I think this is partly why alchemy has had a bit of a revival in the last few decades. Self-help books by Jay Ramsay (Alchemy: The Art of Transformation), self-help novels by Paulo Coelho (The Alchemist) and novels like Lindsay Clarke’s The Chymical Wedding, Patrick Harpur’s Mercurius: The Marriage of Heaven and Earth and Peter Ackroyd’s The House of Doctor Dee – these all use alchemy as a framework for freeing the soul (or perhaps the mind, nowadays) from the pettiness and corruption of Western capitalist culture. Fiction recently has started to explore and advocate a return to the more serious work of self-transformation, involving a fuller understanding of human beauty – our desire for it and its effect on us. And although I’m not sure about combining sulphur and mercury in a hermetically sealed vessel, I still think these reworkings of alchemy have more to offer than lipstick.


Percentage of Beauty

In my research I usually try to distance myself from the philosophies of beauty that attempt to draw up lists of criteria or rankings that define what beauty is: for example, Plato in the Symposium sets up a metaphorical ladder of beauty, with physical beauty firmly ranked at the bottom and an abstract “beauty in itself” at the top; this split between physical and spiritual is echoed in St Augustine and Aquinas.

Beauty Graph

thesocietypages.org – 1959 guidelines for judging the Miss Universe beauty pageant

Aristotle offered the criteria of “order, symmetry, and definiteness” as the way to measure beauty in his Metaphysics, and Kant (in the Critique of Judgement) presents all manner of restrictions on beauty – to judge something beautiful we must have no “interest” in it, i.e. not intend to use it for anything, or have any personal connection that causes us to care at all about its actual existence. Further, there are “free” and “dependent” beauties (the first are not governed by or linked to a specific concept, the second are), and so on, and on.

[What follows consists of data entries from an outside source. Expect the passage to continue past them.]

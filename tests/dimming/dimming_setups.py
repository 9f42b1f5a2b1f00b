"""Light curves and a flare loop shared by the dimming tests (tests/dimming/test_*.py).

flare_model_run() is cached: it runs once per test session (the tests do not change its result).
"""
import functools
import math
import warnings

import astropy.units as u
import numpy as np

# ----------------------------------------------------------------------------- light curves of the statistics tests
CTS = u.ct / u.s
#: Pre- and post-event windows of step_curve's default 1000 one-second bins.
WIN = ((0 * u.s, 500 * u.s), (500 * u.s, 1000 * u.s))


def binom_se(p, n):
    """Binomial standard error sqrt(p (1 - p) / n) of a Monte Carlo fraction."""
    return math.sqrt(p * (1 - p) / n)


def step_curve(n_bins=1000, rate=10.0, depth=0.0, onset=500):
    """Count rate [ct/s] of 1 s bins stepping down by the fraction ``depth`` at ``onset`` (s)."""
    t = np.arange(n_bins) + 0.5
    return np.where(t >= onset, rate * (1 - depth), rate) * CTS


def flare_dimming_curves(n_bins=400, q=20.0, depth=0.1):
    """Quiescent + decaying flare, and an exponentially recovering dimming after bin 200 (1 s bins).

    Returns (baseline, dimming template, baseline - depth x template), expected counts per bin.
    """
    t = np.arange(n_bins) + 0.5
    flare = 60.0 * np.exp(-(t - 200) / 30.0) * (t >= 200)
    profile = np.where(t >= 200, np.exp(-(t - 200) / 150.0), 0.0)
    base = q + flare
    dim = q * profile
    return base, dim, base - depth * dim


# ----------------------------------------------------------------------------- the flare loop of the flare tests
def flare_model(**kw):
    """A 3e9 cm, 1e17 cm2 loop in equilibrium at 1 MK, hit by 1e29 erg peaking at 100 s over 200 s (triangular);
    keyword arguments replace these."""
    from synthcorona.dimming.flare import LoopFlareModel

    args = dict(initial_temperature=1e6 * u.K, flare_energy=1e29 * u.erg, peak_time=100 * u.s,
                duration=200 * u.s)
    args.update(kw)
    return LoopFlareModel(3e9 * u.cm, 1e17 * u.cm ** 2, **args)


@functools.cache
def flare_model_run():
    """flare_model() run for 4500 s (it stops early, near 1900 s, when T leaves the table's range)."""
    with warnings.catch_warnings():
        warnings.simplefilter("ignore", RuntimeWarning)
        return flare_model().run(4500 * u.s)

Of course there is value in searching for clarity and consistence when discussing beauty, but the preoccupation with lists, restrictions and rankings tells us very little about the actual experience of beauty, its effects, causes or its significance. That’s what art is for. However, I followed this link at The Beheld and found a new rating system relating to beauty that I really quite like.

face

http://www.patheos.com

A rating system that tells us how much a photo has been retouched? Yes please! And I wonder if there might be an opportunity for collaboration between the arts and the sciences here, enriching scientific statistics and technologies with broader forms of interpretation, that question the impulse towards ‘perfection’ and also the recoil from it.